--- The problem ---
Copying exactly, give the lines in the material below from the one with "self-contained, offline-readable report.html." to the one with "- Every interval", ends included, and nothing besides.

--- Data extract ---
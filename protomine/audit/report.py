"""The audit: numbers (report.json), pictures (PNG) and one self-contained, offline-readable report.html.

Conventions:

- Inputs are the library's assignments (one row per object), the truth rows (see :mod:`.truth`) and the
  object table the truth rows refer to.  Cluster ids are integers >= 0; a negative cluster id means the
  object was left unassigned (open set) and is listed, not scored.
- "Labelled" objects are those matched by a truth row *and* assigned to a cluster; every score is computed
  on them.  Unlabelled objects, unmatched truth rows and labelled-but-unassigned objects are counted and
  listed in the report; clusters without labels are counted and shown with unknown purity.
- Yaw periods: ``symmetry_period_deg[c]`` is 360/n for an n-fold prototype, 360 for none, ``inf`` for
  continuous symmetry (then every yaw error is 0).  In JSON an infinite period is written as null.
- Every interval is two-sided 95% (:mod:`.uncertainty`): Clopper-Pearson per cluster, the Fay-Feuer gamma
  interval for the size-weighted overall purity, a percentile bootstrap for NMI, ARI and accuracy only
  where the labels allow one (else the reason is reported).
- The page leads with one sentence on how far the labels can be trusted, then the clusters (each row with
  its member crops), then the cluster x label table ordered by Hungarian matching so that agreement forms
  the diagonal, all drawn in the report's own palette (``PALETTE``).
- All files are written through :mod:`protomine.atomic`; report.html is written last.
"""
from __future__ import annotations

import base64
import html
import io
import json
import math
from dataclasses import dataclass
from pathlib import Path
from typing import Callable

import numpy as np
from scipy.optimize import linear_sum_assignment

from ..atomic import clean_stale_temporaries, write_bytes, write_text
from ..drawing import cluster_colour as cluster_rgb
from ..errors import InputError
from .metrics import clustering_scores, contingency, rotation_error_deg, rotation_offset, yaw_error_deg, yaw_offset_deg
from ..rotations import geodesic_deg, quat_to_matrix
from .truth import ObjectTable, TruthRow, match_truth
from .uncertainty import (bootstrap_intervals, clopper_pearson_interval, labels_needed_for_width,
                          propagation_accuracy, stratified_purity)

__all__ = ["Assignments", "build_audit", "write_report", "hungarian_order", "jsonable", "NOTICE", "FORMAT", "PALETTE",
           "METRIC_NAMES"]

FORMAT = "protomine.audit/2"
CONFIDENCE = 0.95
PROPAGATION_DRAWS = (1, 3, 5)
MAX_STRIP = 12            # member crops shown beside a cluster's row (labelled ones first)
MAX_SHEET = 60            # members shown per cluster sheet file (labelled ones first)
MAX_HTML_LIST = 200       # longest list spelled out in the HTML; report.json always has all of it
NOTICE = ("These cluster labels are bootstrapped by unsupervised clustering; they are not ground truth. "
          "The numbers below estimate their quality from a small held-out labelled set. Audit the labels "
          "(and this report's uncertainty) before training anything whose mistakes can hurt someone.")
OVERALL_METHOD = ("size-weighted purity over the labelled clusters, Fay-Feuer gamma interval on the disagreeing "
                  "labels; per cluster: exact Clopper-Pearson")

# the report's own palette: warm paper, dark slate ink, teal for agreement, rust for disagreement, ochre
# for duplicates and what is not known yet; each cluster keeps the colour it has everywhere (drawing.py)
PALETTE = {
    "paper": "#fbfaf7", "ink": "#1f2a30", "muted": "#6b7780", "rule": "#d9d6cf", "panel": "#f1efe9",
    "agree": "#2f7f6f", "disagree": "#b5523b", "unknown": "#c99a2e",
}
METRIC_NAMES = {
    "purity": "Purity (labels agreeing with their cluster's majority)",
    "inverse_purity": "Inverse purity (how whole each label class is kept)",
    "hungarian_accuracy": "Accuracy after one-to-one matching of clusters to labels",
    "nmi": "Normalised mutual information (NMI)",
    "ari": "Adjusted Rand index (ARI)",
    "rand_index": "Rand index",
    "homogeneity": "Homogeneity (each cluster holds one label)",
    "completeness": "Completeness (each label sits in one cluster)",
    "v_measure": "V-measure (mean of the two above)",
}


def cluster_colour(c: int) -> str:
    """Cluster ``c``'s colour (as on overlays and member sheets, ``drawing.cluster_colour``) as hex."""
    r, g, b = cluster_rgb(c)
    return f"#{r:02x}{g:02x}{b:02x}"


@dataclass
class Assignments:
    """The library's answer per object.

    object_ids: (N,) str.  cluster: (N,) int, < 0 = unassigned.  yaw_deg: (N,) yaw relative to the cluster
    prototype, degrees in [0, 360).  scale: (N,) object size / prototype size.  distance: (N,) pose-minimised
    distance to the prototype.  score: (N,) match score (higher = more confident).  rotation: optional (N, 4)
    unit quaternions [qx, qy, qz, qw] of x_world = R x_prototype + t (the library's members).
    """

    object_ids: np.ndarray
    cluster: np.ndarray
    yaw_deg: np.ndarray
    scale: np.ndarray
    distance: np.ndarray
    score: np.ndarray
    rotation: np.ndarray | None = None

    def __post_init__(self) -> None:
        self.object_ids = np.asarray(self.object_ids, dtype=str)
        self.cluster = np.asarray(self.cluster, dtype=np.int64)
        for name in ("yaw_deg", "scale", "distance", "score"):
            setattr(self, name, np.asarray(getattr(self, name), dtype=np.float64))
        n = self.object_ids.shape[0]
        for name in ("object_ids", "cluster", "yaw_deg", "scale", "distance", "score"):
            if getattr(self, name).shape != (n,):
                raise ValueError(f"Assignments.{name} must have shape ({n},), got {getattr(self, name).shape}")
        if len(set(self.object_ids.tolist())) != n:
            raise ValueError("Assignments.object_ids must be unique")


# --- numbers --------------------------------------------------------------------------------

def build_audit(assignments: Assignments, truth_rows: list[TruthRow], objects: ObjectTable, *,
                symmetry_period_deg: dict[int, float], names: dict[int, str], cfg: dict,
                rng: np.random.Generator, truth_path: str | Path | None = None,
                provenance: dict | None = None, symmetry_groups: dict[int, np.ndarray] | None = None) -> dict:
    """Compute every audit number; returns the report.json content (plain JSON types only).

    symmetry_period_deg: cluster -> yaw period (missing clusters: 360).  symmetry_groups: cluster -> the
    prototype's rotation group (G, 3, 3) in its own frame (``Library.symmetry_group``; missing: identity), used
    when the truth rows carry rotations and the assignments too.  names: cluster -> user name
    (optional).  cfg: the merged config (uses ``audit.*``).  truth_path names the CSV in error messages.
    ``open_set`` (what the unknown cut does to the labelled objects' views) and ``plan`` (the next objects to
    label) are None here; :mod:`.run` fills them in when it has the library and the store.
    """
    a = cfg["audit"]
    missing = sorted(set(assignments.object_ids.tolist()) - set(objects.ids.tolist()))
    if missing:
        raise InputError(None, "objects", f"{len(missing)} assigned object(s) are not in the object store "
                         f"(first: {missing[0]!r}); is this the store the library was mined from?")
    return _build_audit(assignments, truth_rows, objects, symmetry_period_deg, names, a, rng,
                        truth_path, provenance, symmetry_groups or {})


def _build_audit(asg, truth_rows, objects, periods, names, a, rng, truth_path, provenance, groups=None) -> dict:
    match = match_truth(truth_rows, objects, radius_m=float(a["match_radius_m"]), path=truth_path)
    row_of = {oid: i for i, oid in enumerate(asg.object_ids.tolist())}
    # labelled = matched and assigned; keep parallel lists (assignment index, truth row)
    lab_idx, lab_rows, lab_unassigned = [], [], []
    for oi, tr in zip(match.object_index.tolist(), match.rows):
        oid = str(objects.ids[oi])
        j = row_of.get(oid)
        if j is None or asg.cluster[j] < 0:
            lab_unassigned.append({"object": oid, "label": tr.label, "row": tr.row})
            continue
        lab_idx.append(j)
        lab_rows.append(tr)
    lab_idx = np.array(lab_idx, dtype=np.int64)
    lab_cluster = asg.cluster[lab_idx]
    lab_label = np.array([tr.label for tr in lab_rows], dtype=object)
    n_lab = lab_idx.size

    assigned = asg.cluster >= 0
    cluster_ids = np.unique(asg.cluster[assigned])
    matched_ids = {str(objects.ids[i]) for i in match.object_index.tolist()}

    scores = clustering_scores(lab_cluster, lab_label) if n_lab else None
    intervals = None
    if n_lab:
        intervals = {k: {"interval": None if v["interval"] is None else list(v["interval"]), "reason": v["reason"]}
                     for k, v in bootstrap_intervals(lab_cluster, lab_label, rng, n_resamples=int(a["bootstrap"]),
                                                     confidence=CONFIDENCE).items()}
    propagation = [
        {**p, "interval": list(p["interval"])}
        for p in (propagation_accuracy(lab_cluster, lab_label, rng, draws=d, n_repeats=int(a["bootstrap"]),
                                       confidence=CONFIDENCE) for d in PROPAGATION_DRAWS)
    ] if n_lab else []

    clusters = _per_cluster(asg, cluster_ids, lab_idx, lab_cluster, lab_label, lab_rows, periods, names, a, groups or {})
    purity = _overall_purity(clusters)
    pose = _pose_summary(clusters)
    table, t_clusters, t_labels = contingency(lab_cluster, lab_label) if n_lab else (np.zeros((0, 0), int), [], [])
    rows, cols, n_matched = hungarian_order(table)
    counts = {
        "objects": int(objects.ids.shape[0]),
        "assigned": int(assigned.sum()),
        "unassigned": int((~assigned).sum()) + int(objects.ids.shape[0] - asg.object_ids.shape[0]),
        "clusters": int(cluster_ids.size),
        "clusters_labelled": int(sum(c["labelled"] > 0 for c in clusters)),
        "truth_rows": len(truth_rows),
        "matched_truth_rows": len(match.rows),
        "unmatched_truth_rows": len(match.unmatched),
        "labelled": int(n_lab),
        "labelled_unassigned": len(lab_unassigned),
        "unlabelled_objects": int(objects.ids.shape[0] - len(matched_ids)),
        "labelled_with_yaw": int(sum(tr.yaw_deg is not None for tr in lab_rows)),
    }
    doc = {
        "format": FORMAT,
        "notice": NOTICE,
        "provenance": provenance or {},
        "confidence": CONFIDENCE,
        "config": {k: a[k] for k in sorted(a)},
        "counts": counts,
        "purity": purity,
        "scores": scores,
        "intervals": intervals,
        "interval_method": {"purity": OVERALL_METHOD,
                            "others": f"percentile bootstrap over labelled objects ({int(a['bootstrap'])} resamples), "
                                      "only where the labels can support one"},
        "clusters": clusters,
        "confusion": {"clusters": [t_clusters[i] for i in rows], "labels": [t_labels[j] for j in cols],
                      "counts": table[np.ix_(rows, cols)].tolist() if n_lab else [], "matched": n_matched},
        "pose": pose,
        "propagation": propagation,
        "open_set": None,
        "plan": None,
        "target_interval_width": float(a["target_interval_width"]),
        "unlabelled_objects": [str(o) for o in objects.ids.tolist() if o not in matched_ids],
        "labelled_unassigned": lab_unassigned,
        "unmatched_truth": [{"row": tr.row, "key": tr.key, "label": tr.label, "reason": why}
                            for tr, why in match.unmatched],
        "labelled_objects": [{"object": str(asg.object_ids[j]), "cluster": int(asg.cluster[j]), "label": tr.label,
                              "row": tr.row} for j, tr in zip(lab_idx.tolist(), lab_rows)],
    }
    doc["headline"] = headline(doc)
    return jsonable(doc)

--- Output for this task ---
"""The audit: numbers (report.json), pictures (PNG) and one self-contained, offline-readable report.html.

Conventions:

- Inputs are the library's assignments (one row per object), the truth rows (see :mod:`.truth`) and the
  object table the truth rows refer to.  Cluster ids are integers >= 0; a negative cluster id means the
  object was left unassigned (open set) and is listed, not scored.
- "Labelled" objects are those matched by a truth row *and* assigned to a cluster; every score is computed
  on them.  Unlabelled objects, unmatched truth rows and labelled-but-unassigned objects are counted and
  listed in the report; clusters without labels are counted and shown with unknown purity.
- Yaw periods: ``symmetry_period_deg[c]`` is 360/n for an n-fold prototype, 360 for none, ``inf`` for
  continuous symmetry (then every yaw error is 0).  In JSON an infinite period is written as null.
- Every interval is two-sided 95% (:mod:`.uncertainty`): Clopper-Pearson per cluster, the Fay-Feuer gamma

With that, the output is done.